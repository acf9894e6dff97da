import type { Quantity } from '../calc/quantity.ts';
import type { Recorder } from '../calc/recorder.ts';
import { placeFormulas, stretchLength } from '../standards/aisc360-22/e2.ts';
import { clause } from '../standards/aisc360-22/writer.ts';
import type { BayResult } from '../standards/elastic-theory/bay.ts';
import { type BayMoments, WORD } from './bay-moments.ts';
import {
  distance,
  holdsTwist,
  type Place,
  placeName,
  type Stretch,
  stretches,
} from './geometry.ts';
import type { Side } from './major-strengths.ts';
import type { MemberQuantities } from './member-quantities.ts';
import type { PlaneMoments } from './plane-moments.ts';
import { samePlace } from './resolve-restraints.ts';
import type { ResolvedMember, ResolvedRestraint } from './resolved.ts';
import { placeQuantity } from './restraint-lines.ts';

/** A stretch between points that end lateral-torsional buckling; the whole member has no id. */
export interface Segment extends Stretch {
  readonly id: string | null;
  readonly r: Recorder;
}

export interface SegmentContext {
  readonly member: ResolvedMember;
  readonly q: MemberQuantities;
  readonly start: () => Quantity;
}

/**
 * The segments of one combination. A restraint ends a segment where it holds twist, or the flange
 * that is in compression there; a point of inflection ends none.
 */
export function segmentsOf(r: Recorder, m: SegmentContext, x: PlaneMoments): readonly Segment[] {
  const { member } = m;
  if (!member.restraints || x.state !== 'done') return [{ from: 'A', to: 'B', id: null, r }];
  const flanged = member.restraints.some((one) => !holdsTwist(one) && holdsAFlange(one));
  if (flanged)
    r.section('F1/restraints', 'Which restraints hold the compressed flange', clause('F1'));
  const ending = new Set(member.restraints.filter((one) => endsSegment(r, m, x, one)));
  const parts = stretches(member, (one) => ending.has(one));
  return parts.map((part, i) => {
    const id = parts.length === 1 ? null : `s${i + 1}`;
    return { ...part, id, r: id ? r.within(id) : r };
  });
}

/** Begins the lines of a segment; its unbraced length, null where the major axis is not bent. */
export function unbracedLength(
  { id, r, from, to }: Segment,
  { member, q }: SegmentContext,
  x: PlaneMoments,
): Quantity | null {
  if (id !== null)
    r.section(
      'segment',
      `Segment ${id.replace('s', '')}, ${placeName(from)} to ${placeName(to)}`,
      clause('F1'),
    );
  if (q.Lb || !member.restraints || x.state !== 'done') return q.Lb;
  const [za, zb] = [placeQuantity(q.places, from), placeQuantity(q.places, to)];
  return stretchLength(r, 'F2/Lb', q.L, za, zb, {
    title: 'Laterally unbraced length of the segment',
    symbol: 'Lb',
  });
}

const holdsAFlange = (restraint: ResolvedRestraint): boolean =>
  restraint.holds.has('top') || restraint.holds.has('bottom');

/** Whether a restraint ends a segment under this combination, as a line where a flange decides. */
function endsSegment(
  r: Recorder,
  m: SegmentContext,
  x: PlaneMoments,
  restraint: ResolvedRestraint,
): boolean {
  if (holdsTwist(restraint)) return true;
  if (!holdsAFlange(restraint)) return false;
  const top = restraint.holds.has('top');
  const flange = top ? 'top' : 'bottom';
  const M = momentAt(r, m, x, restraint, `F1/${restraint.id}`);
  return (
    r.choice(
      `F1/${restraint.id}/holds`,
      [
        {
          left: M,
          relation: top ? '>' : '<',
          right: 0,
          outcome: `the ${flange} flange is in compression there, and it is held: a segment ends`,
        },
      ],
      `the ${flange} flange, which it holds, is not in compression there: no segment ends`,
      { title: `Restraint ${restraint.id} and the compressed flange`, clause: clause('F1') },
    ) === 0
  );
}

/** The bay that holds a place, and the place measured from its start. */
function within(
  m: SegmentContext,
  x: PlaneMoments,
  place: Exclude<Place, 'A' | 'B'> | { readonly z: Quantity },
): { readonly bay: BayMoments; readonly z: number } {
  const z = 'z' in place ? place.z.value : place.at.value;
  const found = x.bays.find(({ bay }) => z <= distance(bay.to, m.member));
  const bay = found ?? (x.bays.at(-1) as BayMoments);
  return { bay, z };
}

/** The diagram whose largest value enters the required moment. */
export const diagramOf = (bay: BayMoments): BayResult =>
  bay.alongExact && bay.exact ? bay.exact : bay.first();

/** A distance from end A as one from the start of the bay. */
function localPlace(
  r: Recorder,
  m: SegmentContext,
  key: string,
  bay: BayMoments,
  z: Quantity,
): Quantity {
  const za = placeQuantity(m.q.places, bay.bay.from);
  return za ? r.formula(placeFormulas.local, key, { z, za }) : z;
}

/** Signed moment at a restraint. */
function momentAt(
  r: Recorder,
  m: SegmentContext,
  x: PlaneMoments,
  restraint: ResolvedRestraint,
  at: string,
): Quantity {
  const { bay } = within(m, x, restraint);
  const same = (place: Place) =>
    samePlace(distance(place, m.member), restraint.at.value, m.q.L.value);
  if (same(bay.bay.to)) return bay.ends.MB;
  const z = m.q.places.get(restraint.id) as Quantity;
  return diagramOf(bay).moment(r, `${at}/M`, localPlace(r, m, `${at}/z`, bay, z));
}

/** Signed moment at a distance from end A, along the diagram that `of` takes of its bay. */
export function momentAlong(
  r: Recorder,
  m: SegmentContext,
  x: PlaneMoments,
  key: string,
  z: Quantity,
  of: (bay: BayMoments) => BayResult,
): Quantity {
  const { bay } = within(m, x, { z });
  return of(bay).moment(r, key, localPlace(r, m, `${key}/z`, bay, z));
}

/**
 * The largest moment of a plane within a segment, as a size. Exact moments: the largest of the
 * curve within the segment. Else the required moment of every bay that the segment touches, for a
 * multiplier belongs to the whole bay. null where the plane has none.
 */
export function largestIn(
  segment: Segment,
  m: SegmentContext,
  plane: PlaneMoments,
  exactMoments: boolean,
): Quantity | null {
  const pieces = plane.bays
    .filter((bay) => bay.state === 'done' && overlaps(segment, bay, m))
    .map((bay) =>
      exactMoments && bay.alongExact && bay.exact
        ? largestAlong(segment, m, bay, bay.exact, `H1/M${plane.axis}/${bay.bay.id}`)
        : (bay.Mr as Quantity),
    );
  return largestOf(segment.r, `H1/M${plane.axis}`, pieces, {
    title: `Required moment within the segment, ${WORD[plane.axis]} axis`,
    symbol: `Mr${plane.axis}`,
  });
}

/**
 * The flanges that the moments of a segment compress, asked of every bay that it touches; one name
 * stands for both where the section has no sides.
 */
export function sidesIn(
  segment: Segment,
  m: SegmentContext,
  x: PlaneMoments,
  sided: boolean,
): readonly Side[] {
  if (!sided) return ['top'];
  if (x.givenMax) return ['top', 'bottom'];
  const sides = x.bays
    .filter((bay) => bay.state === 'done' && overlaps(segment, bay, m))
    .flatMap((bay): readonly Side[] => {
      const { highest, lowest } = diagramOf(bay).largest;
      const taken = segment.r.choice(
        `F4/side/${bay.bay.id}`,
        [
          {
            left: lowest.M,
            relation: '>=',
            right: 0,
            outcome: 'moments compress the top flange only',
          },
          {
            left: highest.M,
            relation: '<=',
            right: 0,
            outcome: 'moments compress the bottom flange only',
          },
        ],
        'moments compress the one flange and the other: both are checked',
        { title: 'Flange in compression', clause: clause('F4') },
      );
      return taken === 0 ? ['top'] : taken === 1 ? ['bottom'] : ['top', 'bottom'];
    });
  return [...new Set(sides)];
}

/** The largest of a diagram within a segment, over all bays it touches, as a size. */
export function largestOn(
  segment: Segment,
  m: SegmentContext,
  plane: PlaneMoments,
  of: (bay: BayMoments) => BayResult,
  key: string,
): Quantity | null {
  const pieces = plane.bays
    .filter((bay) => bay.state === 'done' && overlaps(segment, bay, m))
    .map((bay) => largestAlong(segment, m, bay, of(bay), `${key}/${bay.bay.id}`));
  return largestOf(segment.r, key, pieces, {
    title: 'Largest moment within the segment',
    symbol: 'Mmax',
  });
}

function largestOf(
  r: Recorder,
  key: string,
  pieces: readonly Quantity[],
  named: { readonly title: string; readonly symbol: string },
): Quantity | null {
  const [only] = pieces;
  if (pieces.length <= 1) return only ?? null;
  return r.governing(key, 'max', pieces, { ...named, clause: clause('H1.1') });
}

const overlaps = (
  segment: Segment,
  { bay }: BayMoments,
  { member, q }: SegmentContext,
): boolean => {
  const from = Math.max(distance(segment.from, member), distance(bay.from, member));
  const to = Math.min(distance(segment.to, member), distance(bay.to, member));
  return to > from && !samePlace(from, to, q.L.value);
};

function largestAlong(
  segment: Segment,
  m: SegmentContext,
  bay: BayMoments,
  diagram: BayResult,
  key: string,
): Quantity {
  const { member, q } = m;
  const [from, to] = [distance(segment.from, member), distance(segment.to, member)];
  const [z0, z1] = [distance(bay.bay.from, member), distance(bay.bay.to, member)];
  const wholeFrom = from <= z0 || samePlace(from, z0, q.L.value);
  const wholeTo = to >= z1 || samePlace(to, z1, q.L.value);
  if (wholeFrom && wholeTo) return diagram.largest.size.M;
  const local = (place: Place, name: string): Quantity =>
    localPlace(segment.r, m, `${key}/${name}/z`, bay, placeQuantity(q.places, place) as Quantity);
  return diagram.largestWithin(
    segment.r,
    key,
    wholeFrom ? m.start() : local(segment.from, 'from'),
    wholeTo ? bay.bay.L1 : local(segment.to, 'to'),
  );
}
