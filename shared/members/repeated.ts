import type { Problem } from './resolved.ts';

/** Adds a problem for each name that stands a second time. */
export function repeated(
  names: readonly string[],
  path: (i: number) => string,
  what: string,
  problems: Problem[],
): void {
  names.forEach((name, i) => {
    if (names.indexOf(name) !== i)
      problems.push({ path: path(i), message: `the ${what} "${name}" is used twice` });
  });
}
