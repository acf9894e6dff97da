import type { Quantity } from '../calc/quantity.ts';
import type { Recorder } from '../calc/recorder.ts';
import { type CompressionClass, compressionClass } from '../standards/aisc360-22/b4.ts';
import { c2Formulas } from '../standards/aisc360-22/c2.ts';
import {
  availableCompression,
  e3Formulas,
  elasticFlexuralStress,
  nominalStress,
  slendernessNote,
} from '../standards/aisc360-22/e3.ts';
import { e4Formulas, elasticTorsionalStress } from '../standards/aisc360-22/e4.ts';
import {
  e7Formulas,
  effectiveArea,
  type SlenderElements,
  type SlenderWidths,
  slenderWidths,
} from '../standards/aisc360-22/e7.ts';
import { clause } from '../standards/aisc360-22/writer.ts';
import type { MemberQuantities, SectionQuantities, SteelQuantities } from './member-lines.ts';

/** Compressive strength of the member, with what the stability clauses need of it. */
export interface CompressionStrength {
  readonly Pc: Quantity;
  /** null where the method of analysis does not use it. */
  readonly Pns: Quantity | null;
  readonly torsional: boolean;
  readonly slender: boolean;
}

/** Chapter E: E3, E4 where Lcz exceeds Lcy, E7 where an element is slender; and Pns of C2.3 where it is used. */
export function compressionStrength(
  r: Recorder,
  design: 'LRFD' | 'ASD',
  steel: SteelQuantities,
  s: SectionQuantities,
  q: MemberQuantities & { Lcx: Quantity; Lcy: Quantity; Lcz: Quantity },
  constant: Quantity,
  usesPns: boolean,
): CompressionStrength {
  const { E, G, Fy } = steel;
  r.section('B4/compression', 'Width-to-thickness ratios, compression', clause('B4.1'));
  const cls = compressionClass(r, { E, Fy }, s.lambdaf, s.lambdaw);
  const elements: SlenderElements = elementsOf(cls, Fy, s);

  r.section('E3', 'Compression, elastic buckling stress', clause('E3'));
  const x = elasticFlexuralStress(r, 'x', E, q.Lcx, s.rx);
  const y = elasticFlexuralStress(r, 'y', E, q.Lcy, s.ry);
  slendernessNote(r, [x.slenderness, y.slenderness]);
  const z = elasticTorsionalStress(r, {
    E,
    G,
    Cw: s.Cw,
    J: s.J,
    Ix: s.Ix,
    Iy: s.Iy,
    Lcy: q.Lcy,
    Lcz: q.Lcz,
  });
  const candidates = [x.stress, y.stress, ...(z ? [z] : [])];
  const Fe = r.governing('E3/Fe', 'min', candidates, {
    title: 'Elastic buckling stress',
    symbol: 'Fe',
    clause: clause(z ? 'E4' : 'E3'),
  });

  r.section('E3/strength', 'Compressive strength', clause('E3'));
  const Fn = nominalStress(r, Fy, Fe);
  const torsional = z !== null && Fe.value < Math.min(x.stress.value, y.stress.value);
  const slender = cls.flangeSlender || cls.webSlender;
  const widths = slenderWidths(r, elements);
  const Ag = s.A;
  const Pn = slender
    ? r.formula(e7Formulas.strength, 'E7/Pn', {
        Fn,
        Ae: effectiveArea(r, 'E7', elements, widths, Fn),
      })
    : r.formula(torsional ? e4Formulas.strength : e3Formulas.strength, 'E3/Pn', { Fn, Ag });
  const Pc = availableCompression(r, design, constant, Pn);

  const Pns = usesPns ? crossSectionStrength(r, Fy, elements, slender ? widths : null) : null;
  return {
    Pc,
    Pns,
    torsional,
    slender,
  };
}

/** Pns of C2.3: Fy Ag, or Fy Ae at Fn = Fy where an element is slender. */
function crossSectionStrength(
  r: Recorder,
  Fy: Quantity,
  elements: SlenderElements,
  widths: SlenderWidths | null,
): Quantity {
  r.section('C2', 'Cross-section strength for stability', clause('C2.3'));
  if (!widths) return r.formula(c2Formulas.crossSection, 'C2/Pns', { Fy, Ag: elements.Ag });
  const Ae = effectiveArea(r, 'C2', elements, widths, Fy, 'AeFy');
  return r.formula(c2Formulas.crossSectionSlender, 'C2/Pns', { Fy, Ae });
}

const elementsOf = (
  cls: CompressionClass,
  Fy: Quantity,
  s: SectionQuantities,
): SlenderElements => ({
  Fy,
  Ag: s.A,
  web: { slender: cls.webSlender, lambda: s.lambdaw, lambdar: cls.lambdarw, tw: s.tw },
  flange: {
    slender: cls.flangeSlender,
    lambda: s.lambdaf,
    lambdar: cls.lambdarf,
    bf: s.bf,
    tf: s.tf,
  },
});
⁂
State how many lines of the records above contain "wholeFrom", with no words besides the number.

3